I am guessing 3 hours?


----------



## teamextrema (Jan 27, 2008)

Well it depends how much we had to drink the night before... Lack of motivation days would probably be about 2.5 to 3 hours. If we are moving pretty good it is cut down to about 1.5 hours and that includes 1 guy on the wheeler full time getting decoys, stake, blinds, guns, shelld, callers.

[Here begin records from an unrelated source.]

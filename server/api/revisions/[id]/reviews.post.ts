import { reviewBody, revisionIdParams } from '../../../utils/records-schemas'

/** A decision (return, approve) or a comment; the role on the project and the author rule are checked in the service. */
export default defineEventHandler(async (event) => {
  const { id } = validParams(event, revisionIdParams)
  const user = await authorize(event, id)
  const body = await validBody(event, reviewBody)
  setResponseStatus(event, 201)
  return idempotent(event, user.id, { id, ...body }, () => reviewRevision(event, id, body, user))
})
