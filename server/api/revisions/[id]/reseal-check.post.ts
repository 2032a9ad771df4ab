import { revisionIdParams } from '../../../utils/records-schemas'

/** Re-renders a sealed revision and compares the bytes with the sealed PDF. */
export default defineEventHandler(async (event) => {
  const { id } = validParams(event, revisionIdParams)
  const user = await authorize(event, id)
  return resealCheck(event, id, user)
})
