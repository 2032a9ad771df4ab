import { revisionIdParams } from '../../../utils/records-schemas'

/** Where a seal or reseal check of the revision stands on this server: `{ running: false }` when none is. */
export default defineEventHandler(async (event) => {
  const { id } = validParams(event, revisionIdParams)
  await authorize(event, id)
  const progress = sealProgressOf(id)
  return progress ? { running: true as const, ...progress } : { running: false as const }
})
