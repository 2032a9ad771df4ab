import { DIFF_QUERY_LABELS, diffQuery, revisionIdParams } from '../../../utils/records-schemas'

export default defineEventHandler(async (event) => {
  const { id } = validParams(event, revisionIdParams)
  await authorize(event, id)
  const { against } = validQuery(event, diffQuery, DIFF_QUERY_LABELS)
  return revisionDiff(id, against)
})
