import { revisionIdParams } from '../../../utils/records-schemas'

/**
 * Where a seal or reseal check of the revision stands on this server: `{ running: false }` when none
 * is, with `findingPages: true` while this server finds its page numbers after its approval (a seal
 * started then waits for them).
 */
export default defineEventHandler(async (event) => {
  const { id } = validParams(event, revisionIdParams)
  await authorize(event, id)
  const progress = sealProgressOf(id)
  if (progress) return { running: true as const, ...progress }
  return numberingRevision(id) ? { running: false as const, findingPages: true as const } : { running: false as const }
})
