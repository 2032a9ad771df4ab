import { revisionIdParams } from '../../../utils/records-schemas'

/** The sealed PDF, checked against its recorded hash before it is sent. */
export default defineEventHandler(async (event) => {
  const { id } = validParams(event, revisionIdParams)
  await authorize(event, id)
  const { seal, bytes } = await sealedPdf(id)
  setResponseHeaders(event, {
    'content-type': 'application/pdf',
    'content-disposition': `attachment; filename="${seal.archiveRef}.pdf"`,
    'x-content-type-options': 'nosniff',
    'cache-control': 'private, no-store',
  })
  return Buffer.from(bytes)
})
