import { revisionIdParams } from '../../../utils/records-schemas'

export default defineEventHandler(async (event) => {
  const { id } = validParams(event, revisionIdParams)
  const user = await authorize(event, id)
  setResponseStatus(event, 201)
  // sealing is idempotent per revision: a retry whose first answer was lost gets that seal
  return idempotent(event, user.id, { id }, () => sealRevision(event, id, user), () => sealRevision(event, id, user))
})
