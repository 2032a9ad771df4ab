import { revisionIdParams } from '../../../utils/records-schemas'

/** What the print page shows: the frozen report and the title block, nothing that changes after approval. */
export default defineEventHandler(async (event) => {
  const { id } = validParams(event, revisionIdParams)
  const user = await authorize(event, id)
  return printViewOf(await getRevisionDetail(id, user))
})
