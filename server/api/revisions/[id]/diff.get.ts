import { diffQuery, revisionIdParams } from '../../../utils/records-schemas'

export default defineEventHandler(async (event) => {
  const { id } = validParams(event, revisionIdParams)
  const { against } = validQuery(event, diffQuery)
  await requireUser(event)
  return revisionDiff(id, against)
})
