import { REVIEW_FIELD_LABELS, reviewBody, revisionIdParams } from '../../../utils/records-schemas'

/** A decision (return, approve) or a comment; the role on the project and the author rule are checked in the service. */
export default defineEventHandler(async (event) => {
  const { id } = validParams(event, revisionIdParams)
  const user = await authorize(event, id)
  const body = await validBody(event, reviewBody, REVIEW_FIELD_LABELS)
  setResponseStatus(event, 201)
  // a retry whose first answer was lost is answered with the revision as it now stands, as the first would have been
  const answer = await idempotent(event, user.id, { id, ...body }, () => reviewRevision(event, id, body, user), () => getRevisionDetail(id, user))
  // the first render of its seal, while nobody waits for it
  if (body.decision === 'approve') numberApprovedRevision(event, id, user)
  return answer
})
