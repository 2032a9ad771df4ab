import { reviewBody, revisionIdParams } from '../../../utils/records-schemas'

/** A decision (return, approve) or a comment; the role and the author rule are checked in the service. */
export default defineEventHandler(async (event) => {
  const { id } = validParams(event, revisionIdParams)
  const body = await validBody(event, reviewBody)
  const user = await requireRole(event, 'engineer', 'checker', 'admin')
  setResponseStatus(event, 201)
  return idempotent(event, user.id, { id, ...body }, () => reviewRevision(event, id, body, user))
})
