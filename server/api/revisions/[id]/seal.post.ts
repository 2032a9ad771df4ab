import { revisionIdParams } from '../../../utils/records-schemas'

export default defineEventHandler(async (event) => {
  const { id } = validParams(event, revisionIdParams)
  const user = await authorize(event, id)
  setResponseStatus(event, 201)
  return idempotent(event, user.id, { id }, () => sealRevision(event, id, user))
})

Having "new" guys hunt with you sucks because they dont know the routine but it deffinetly gets quicker everytime you set up...


----------



## teamshakeandbake (Oct 14, 2008)

3 hours give or take a few


----------



## Nic11985 (Mar 6, 2009)

Do you guys ever set the spread the night before?


----------



## SDwaterfowler (Mar 2, 2006)

For us, it takes 4 guys 1.5 hours max to set out my 30 dz. That includes, digging in/stubbling blinds, e-callers, etc. That is, of course, driving in. Having to use the wheeler adds on an additional 30-45 minutes. This is when we are motivated and working in high gear. If we are exhausted and not really motivated it can take a lot longer.


----------



## goosehunter21 (May 18, 2004)

with 4 guys we can set 500 in about 45min-1hr...it goes just as fast as sock when everyone is on the same page.


----------



## bigblackfoot (Mar 12, 2003)

Does that include the time it takes to get them all out there with the 4 wheelers?


----------



## goosehunter21 (May 18, 2004)

no if we fourwheeler out it takes about 2.5 hours unless its a real long 4 wheeler ride


----------



## aboller (Dec 24, 2006)

goosehunter21 said:


> with 4 guys we can set 500 in about 45min-1hr...it goes just as fast as sock when everyone is on the same page.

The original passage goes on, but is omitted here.